Integrating Computational and Experimental Techniques to Decipher Neuronal Heterogeneity

•March 27, 2026

BioTechniques (independent journal site)•Mar 27, 2026

Key Takeaways

•Single‑nucleus RNA‑seq avoids shape‑bias in brain cell profiling
•AI designs enhancers targeting chronic‑pain neuronal subtypes
•10x Xenium spatial transcriptomics resolves enhancer specificity
•Cell‑type‑specific chemogenetics blocks chronic pain without affecting touch
•Automation aims to close loop between experiments and AI decisions

Summary

Andreas Pfenning’s lab at Carnegie Mellon is merging single‑nucleus RNA‑seq, ATAC‑seq and high‑resolution spatial transcriptomics to map neuronal and glial subtypes without the shape‑bias of traditional droplet methods. AI algorithms then design cell‑type‑specific enhancers, which are screened on the 10x Xenium platform to confirm precise targeting. The approach has yielded chemogenetic tools that silence chronic‑pain circuits in mice while preserving normal sensation. Future work aims to automate the experimental‑computational loop and apply the technology to disorders such as Parkinson’s disease.

Pulse Analysis

The brain’s cellular mosaic presents a formidable obstacle for researchers seeking to link specific neuron types to behavior and disease. Traditional single‑cell droplet platforms struggle with the diverse morphologies of neurons, leading to sampling bias. By shifting to single‑nucleus RNA‑sequencing and complementary ATAC‑sequencing, Pfenning’s team captures a more faithful transcriptomic and epigenomic snapshot across thousands of nuclei. Advanced statistical tools such as regression discontinuity help distinguish true discrete cell classes from continuous gradients, while spatial transcriptomics adds a geographic dimension that validates cell‑type boundaries in situ.

Artificial intelligence now extends beyond data crunching to experimental design. The lab trains models on single‑cell datasets to predict enhancer and promoter sequences that activate only in targeted subpopulations, such as the chronic‑pain neurons of the spinal cord. These AI‑generated regulatory elements are rapidly evaluated using 10x Xenium, which multiplexes barcoded enhancers and deconvolves their spatial expression patterns. Successful enhancers drive chemogenetic receptors, enabling researchers to silence pain‑related circuits with a systemic drug while leaving normal touch, movement, and breathing untouched—a proof‑of‑concept that showcases the therapeutic promise of cell‑type‑specific gene regulation.

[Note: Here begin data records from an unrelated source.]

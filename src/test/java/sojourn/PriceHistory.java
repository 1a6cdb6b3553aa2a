package sojourn;

import java.io.IOException;
import java.io.UncheckedIOException;
import java.nio.file.Files;
import java.nio.file.Path;
import java.time.LocalDate;
import java.util.ArrayList;
import java.util.List;
import sojourn.numeric.RandomStream;

/** Open price files, cut short: written into a folder as they would have stood there in the past. */
final class PriceHistory {
    private static final Path OPEN_DATA = Path.of("src", "test", "resources", "open-data");

    private final List<String> lines;

    private PriceHistory(List<String> lines) {
        this.lines = lines;
    }

    /** The NYSE composite, daily, 1990 to 2005. */
    static PriceHistory stocks() {
        return of("nyse/nyse_1990_2005.csv");
    }

    /** A file below the folder of open data, its dates in the first column. */
    static PriceHistory of(String name) {
        try {
            return new PriceHistory(Files.readAllLines(OPEN_DATA.resolve(name)));
        } catch (IOException e) {
            throw new UncheckedIOException(e);
        }
    }

    /** Number of price rows. */
    int rows() {
        return lines.size() - 1;
    }

    /** The date of a price row, counted from 0. */
    LocalDate date(int row) {
        String line = lines.get(row + 1);
        return LocalDate.parse(line.substring(0, line.indexOf(',')));
    }

    /** The close of a price row, for files whose second column it is. */
    double close(int row) {
        return Double.parseDouble(lines.get(row + 1).split(",", -1)[1]);
    }

    /** The same with another close in one row. */
    PriceHistory with(int row, double close) {
        List<String> changed = new ArrayList<>(lines);
        String[] cells = changed.get(row + 1).split(",", -1);
        cells[1] = Double.toString(close);
        changed.set(row + 1, String.join(",", cells));
        return new PriceHistory(changed);
    }

    /** The same closes, with opens between closes and made-up highs and lows around both; a bar in 40 has no range. */
    PriceHistory withRanges(long seed) {
        RandomStream random = RandomStream.of(seed, "ranges");
        List<String> candles = new ArrayList<>(List.of("date,close,open,high,low"));
        for (int row = 0; row < rows(); row++) {
            double close = close(row);
            double open = row == 0 ? close : close(row - 1);
            double above = 1 + 0.01 * random.nextDouble();
            double below = 1 - 0.01 * random.nextDouble();
            boolean still = random.nextDouble() < 0.025;
            double high = still ? close : above * Math.max(open, close);
            double low = still ? close : below * Math.min(open, close);
            candles.add(date(row) + "," + close + "," + (still ? close : open) + "," + high + "," + low);
        }
        return new PriceHistory(candles);
    }

    /** Writes the first {@code rows} price rows. */
    void write(Path file, int rows) {
        write(file, lines.subList(0, rows + 1));
    }

    /** Writes the price rows dated up to {@code last}. */
    void write(Path file, LocalDate last) {
        int rows = 0;
        while (rows < rows() && !date(rows).isAfter(last)) {
            rows++;
        }
        write(file, rows);
    }

    private static void write(Path file, List<String> text) {
        try {
            Files.write(file, text);
        } catch (IOException e) {
            throw new UncheckedIOException(e);
        }
    }
}
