package sojourn;

import com.fasterxml.jackson.databind.JsonNode;
import com.fasterxml.jackson.databind.ObjectMapper;
import java.io.IOException;
import java.io.InputStream;
import java.io.InputStreamReader;
import java.io.UncheckedIOException;
import java.nio.charset.StandardCharsets;
import java.util.ArrayList;
import java.util.List;
import java.util.Objects;
import org.apache.commons.csv.CSVFormat;
import org.apache.commons.csv.CSVRecord;

/** An open data set of {@code open-data/<set>/}: its columns, and values of an independent implementation on them. */
public final class OpenData {
    private OpenData() {}

    /** One column of a CSV file as numbers, blank cells left out. */
    public static double[] column(String file, String name) {
        try (InputStream in = open(file);
                InputStreamReader reader = new InputStreamReader(in, StandardCharsets.UTF_8)) {
            List<Double> values = new ArrayList<>();
            CSVFormat format = CSVFormat.RFC4180
                    .builder()
                    .setHeader()
                    .setSkipHeaderRecord(true)
                    .get();
            for (CSVRecord row : format.parse(reader)) {
                String cell = row.get(name);
                if (!cell.isBlank()) {
                    values.add(Double.parseDouble(cell));
                }
            }
            return values.stream().mapToDouble(v -> v).toArray();
        } catch (IOException e) {
            throw new UncheckedIOException(e);
        }
    }

    /** A JSON file of reference values. */
    public static JsonNode reference(String file) {
        try (InputStream in = open(file)) {
            return new ObjectMapper().readTree(in);
        } catch (IOException e) {
            throw new UncheckedIOException(e);
        }
    }

    private static InputStream open(String file) {
        return Objects.requireNonNull(OpenData.class.getResourceAsStream("/open-data/" + file), file);
    }
}
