package sojourn;

import static org.assertj.core.api.Assertions.assertThat;

import java.nio.file.Path;
import java.time.LocalDate;
import java.util.ArrayList;
import java.util.List;
import java.util.OptionalDouble;
import java.util.Set;
import java.util.TreeSet;
import java.util.function.IntFunction;
import org.junit.jupiter.api.Test;
import org.junit.jupiter.api.io.TempDir;
import org.junit.jupiter.params.ParameterizedTest;
import org.junit.jupiter.params.provider.CsvSource;
import sojourn.PrefixCheck.Difference;
import sojourn.PrefixCheck.Rows;
import sojourn.market.FillPrices;
import sojourn.market.Known;
import sojourn.walk.Observation;
import sojourn.walk.RegimeSettings;

/**
 * No look-ahead with several series observed together, known at different times and missing on different bars: closes of the NYSE
 * composite and of gold, through the whole job; and a series that looks ahead beside an honest one is caught.
 */
class SeveralSeriesLookAheadTest {
    private static final PriceHistory STOCKS = PriceHistory.stocks();
    private static final PriceHistory GOLD = PriceHistory.of("gold_silver/gold_silver_1977_2012.csv");
    private static final int ROWS = 700;
    private static final int FIRST_FIT = 300;

    @TempDir
    private Path folder;

    private WholeJob job(String observed, String emission) {
        return WholeJob.of("""
                strategy: Lean with the odds
                prices: {stocks: {csv: stocks.csv}, gold: {csv: gold.csv, close: gold}}
                cash: {percent-per-year: 4}
                regimes: {observe: [%s], states: [calm, stormy], emission: %s}
                refit: {first-fit-after: 300, every: 60, starts: 2, seed: 7}
                allocate: {blend: {weights: {calm: {stocks: 1}, stormy: {gold: 1}}}}
                judge: {against: [buy-and-hold], buy-and-hold: {stocks: 1}, rank-by: sharpe}
                """.formatted(observed, emission), folder);
    }

    private IntFunction<Rows> onRows(WholeJob job) {
        return rows -> {
            LocalDate last = STOCKS.date(rows - 1);
            int gold = 0;
            while (gold < GOLD.rows() && !GOLD.date(gold).isAfter(last)) {
                gold++;
            }
            STOCKS.write(folder.resolve("stocks.csv"), rows);
            GOLD.write(folder.resolve("gold.csv"), gold);
            return job.run(job.read());
        };
    }

    private static Set<Integer> cuts() {
        Set<Integer> cuts = new TreeSet<>(List.of(2, FIRST_FIT + 1, 452, 555, ROWS - 1));
        for (int late = 0; late < 28; late += 3) {
            cuts.add(FIRST_FIT + 60 + late); // around the second fit
        }
        return cuts;
    }

    @ParameterizedTest
    @CsvSource(
            delimiter = ';',
            value = {
                "{log-return: stocks}, {log-return: {of: gold, known-after: 2}}; normal",
                "{log-return: {of: stocks, known-after: 1}}, {log-return: gold}, {change: gold}; normal-diagonal",
                "{log-return: gold}, {log-realised-volatility: {of: stocks, bars: 21, known-after: 1}}; normal"
            })
    void severalSeriesSayTheSameOfEveryBarUpToTheCut(String observed, String emission) {
        PrefixCheck check = PrefixCheck.of(onRows(job(observed, emission)), ROWS);
        assertThat(check.whole().rows().stream().filter(row -> row.table().equals("fits")))
                .hasSizeGreaterThanOrEqualTo(5)
                .allSatisfy(row -> assertThat(row.cells()).contains("converged"));
        assertThat(check.whole().rows().stream().map(row -> row.table()).distinct())
                .contains("timeline", "path", "trades", "ledger");
        for (int cut : cuts()) {
            assertThat(check.difference(cut)).as("cut " + cut).isEmpty();
        }
    }

    @Test
    void aSecondSeriesThatShowsTomorrowIsCaught() {
        WholeJob leaky = job("{log-return: stocks}", "normal")
                .observing((table, own) -> new RegimeSettings(
                        own.model(),
                        List.of(own.observe().get(0), new Tomorrow(table.fillPrices())),
                        own.states(),
                        own.emission(),
                        own.orderBy(),
                        own.fixed()));
        PrefixCheck check = PrefixCheck.of(onRows(leaky), ROWS);
        List<Difference> caught = new ArrayList<>();
        int afterFirstFit = 0;
        for (int cut : cuts()) {
            afterFirstFit += cut > FIRST_FIT + 2 ? 1 : 0;
            check.difference(cut).ifPresent(caught::add);
        }
        assertThat(caught).hasSizeGreaterThanOrEqualTo(afterFirstFit);
        assertThat(caught)
                .anySatisfy(difference -> assertThat(difference.column()).startsWith("probability."));
    }

    /** The log return of gold on the bar after: missing on the last. */
    private record Tomorrow(FillPrices prices) implements Observation {
        @Override
        public OptionalDouble at(Known known) {
            int next = known.bar() + 1;
            return next < prices.axis().size()
                    ? OptionalDouble.of(StrictMath.log(prices.close(1, next) / prices.close(1, known.bar())))
                    : OptionalDouble.empty();
        }

        @Override
        public String asset() {
            return "gold";
        }

        @Override
        public String word() {
            return "tomorrow";
        }

        @Override
        public String column() {
            return "tomorrow_gold";
        }
    }
}
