package sojourn;

import static org.assertj.core.api.Assertions.assertThat;

import java.nio.file.Path;
import java.util.ArrayList;
import java.util.LinkedHashSet;
import java.util.List;
import java.util.Optional;
import java.util.Set;
import org.junit.jupiter.api.Test;
import org.junit.jupiter.api.io.TempDir;
import org.junit.jupiter.params.ParameterizedTest;
import org.junit.jupiter.params.provider.MethodSource;
import sojourn.PrefixCheck.Difference;
import sojourn.PrefixCheck.Rows;
import sojourn.allocate.Rule;
import sojourn.market.Known;
import sojourn.regime.WindowMoments;
import sojourn.walk.Reading;
import sojourn.walk.RegimeTimeline;
import sojourn.walk.Signal;

/**
 * Every rule through the whole job on real prices of three assets: cut short, it says the same of every bar before. And what only
 * these rules go by, the meaning of regimes for returns, is caught when it comes from later fits.
 */
class RulesLookAheadTest {
    private static final PriceHistory STOCKS = PriceHistory.stocks();
    private static final PriceHistory METALS = PriceHistory.of("gold_silver/gold_silver_1977_2012.csv");
    private static final int ROWS = 900;
    /** Before and at the first fit, between fits, on fit bars and just after. */
    private static final int[] CUTS = {250, 301, 302, 340, 401, 402, 555, 701, ROWS - 1};

    private static final String STRATEGY = """
            strategy: Rules
            prices: {stocks: {csv: stocks.csv}, gold: {csv: metals.csv, close: gold}, silver: {csv: metals.csv, close: silver}}
            cash: {percent-per-year: 4}
            regimes:
              observe: [{log-return: stocks}]
              states: [calm, stormy]
              parameters:
                fixed: {initial: [0.75, 0.25], transition: [[0.99, 0.01], [0.03, 0.97]], mean: [5.0e-4, -0.001], sd: [0.006, 0.012]}
            refit: {first-fit-after: 300, every: 100, seed: 7}
            allocate: RULE
            limits: {gross: 1.5, per-asset: [-0.5, 1]}
            trade: {no-trade-band: 0.01, costs: {commission-bps: 5, half-spread-bps: 5}}
            judge: {against: [buy-and-hold], buy-and-hold: {stocks: 0.4, gold: 0.3, silver: 0.3}, rank-by: sharpe}
            """;

    private static final String VOLATILITY =
            "{volatility-target: {of: {stocks: 0.5, gold: 0.25, silver: 0.25}, percent-per-year: 9, at-most: 1.5}}";

    static List<String> rules() {
        return List.of(
                "{switch: {regime: stormy, smooth: {half-life: 3}, leave-above: 0.6, re-enter-below: 0.4, in: {stocks: 1},"
                        + " out: {gold: 0.5}}}",
                "{table: {smooth: {half-life: 5}, weights: {calm: {stocks: 0.8, silver: 0.1}, stormy: {gold: 0.5}}}}",
                "{blend: {smooth: {half-life: 2}, confirm: 2, weights: {calm: {stocks: 1}, stormy: {gold: 0.5}}}}",
                VOLATILITY,
                "{formula: {smooth: {half-life: 2}, weights: {stocks: '1 - probability.stormy', gold: 'most_likely.stormy ? min(0.5,"
                        + " 0.003 / forecast.volatility.gold) : 0.1 * weight.stocks'}}}",
                "{minimum-variance: {among: [stocks, gold, silver], invested: 1.2}}",
                "{mean-variance: {among: [stocks, gold, silver], risk-aversion: 6, shrink-means: 0.5, step-toward: 0.2}}",
                "{volatility-target: {each: {stocks: 0.5, silver: -0.2}, percent-per-year: 9, smooth: {half-life: 4},"
                        + " step-toward: 0.5}}");
    }

    @TempDir
    private Path folder;

    @Test
    void everyKindOfRuleIsAmongThem() {
        Set<Class<?>> kinds = new LinkedHashSet<>();
        for (String rule : rules()) {
            kinds.add(job(rule).strategy().rule().getClass());
        }
        assertThat(kinds).containsAll(leaves(Rule.class));
    }

    @ParameterizedTest
    @MethodSource("rules")
    void aRuleSaysTheSameOfEveryBarUpToTheCut(String rule) {
        WholeJob job = job(rule);
        PrefixCheck check = PrefixCheck.of(rows -> run(job, rows), ROWS);
        assertThat(check.whole().rows().stream().filter(row -> row.table().equals("trades")))
                .hasSizeGreaterThan(8);
        for (int cut : CUTS) {
            assertThat(check.difference(cut)).isEmpty();
        }
    }

    @Test
    void momentsOfLaterFitsAreCaughtEvenIfProbabilitiesAreHonest() {
        WholeJob leaky = job(VOLATILITY).signalling((table, timeline) -> lastMoments(timeline));
        PrefixCheck check = PrefixCheck.of(rows -> run(leaky, rows), ROWS);
        List<Difference> caught = new ArrayList<>();
        for (int cut : new int[] {340, 401, 402, 555}) {
            check.difference(cut).ifPresent(caught::add);
        }
        assertThat(caught).hasSize(4);
        assertThat(caught)
                .allSatisfy(difference -> assertThat(difference.column()).startsWith("target."));
    }

    /** Honest probabilities with what regimes mean for returns taken from the last fit of all. */
    private static Signal lastMoments(RegimeTimeline timeline) {
        return new Signal() {
            @Override
            public List<String> regimes() {
                return timeline.regimes();
            }

            @Override
            public Optional<Reading> at(Known known) {
                int last = timeline.fits().size() - 1;
                WindowMoments moments =
                        timeline.fits().get(last).fit().moments().orElseThrow();
                double[] transition = {0.99, 0.01, 0.03, 0.97};
                return timeline.at(known)
                        .map(honest -> Reading.of(honest.fit(), honest.filtered(), transition, moments));
            }
        };
    }

    private WholeJob job(String rule) {
        return WholeJob.of(STRATEGY.replace("RULE", rule), folder);
    }

    private Rows run(WholeJob job, int rows) {
        STOCKS.write(folder.resolve("stocks.csv"), rows);
        METALS.write(folder.resolve("metals.csv"), STOCKS.date(rows - 1));
        return job.run(job.read());
    }

    private static List<Class<?>> leaves(Class<?> sealed) {
        List<Class<?>> leaves = new ArrayList<>();
        for (Class<?> one : sealed.getPermittedSubclasses()) {
            leaves.addAll(one.isSealed() ? leaves(one) : List.of(one));
        }
        return leaves;
    }
}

Integrating computational foresight with wet‑lab execution signals a paradigm shift for neuroscience and drug development. Automation platforms in CMU’s labs can now feed AI predictions directly into liquid‑handling robots, creating a closed‑loop system that iteratively refines enhancer libraries based on real‑time experimental feedback. Coupled with the Vertebrate Genomes Project’s expanding comparative datasets, this pipeline offers unprecedented resolution for dissecting conserved and species‑specific neural mechanisms. As the community gathers at ABRF 2026, the exchange of best practices around spatial technologies and AI‑driven design will likely accelerate the translation of these methods from mouse models to human therapeutics.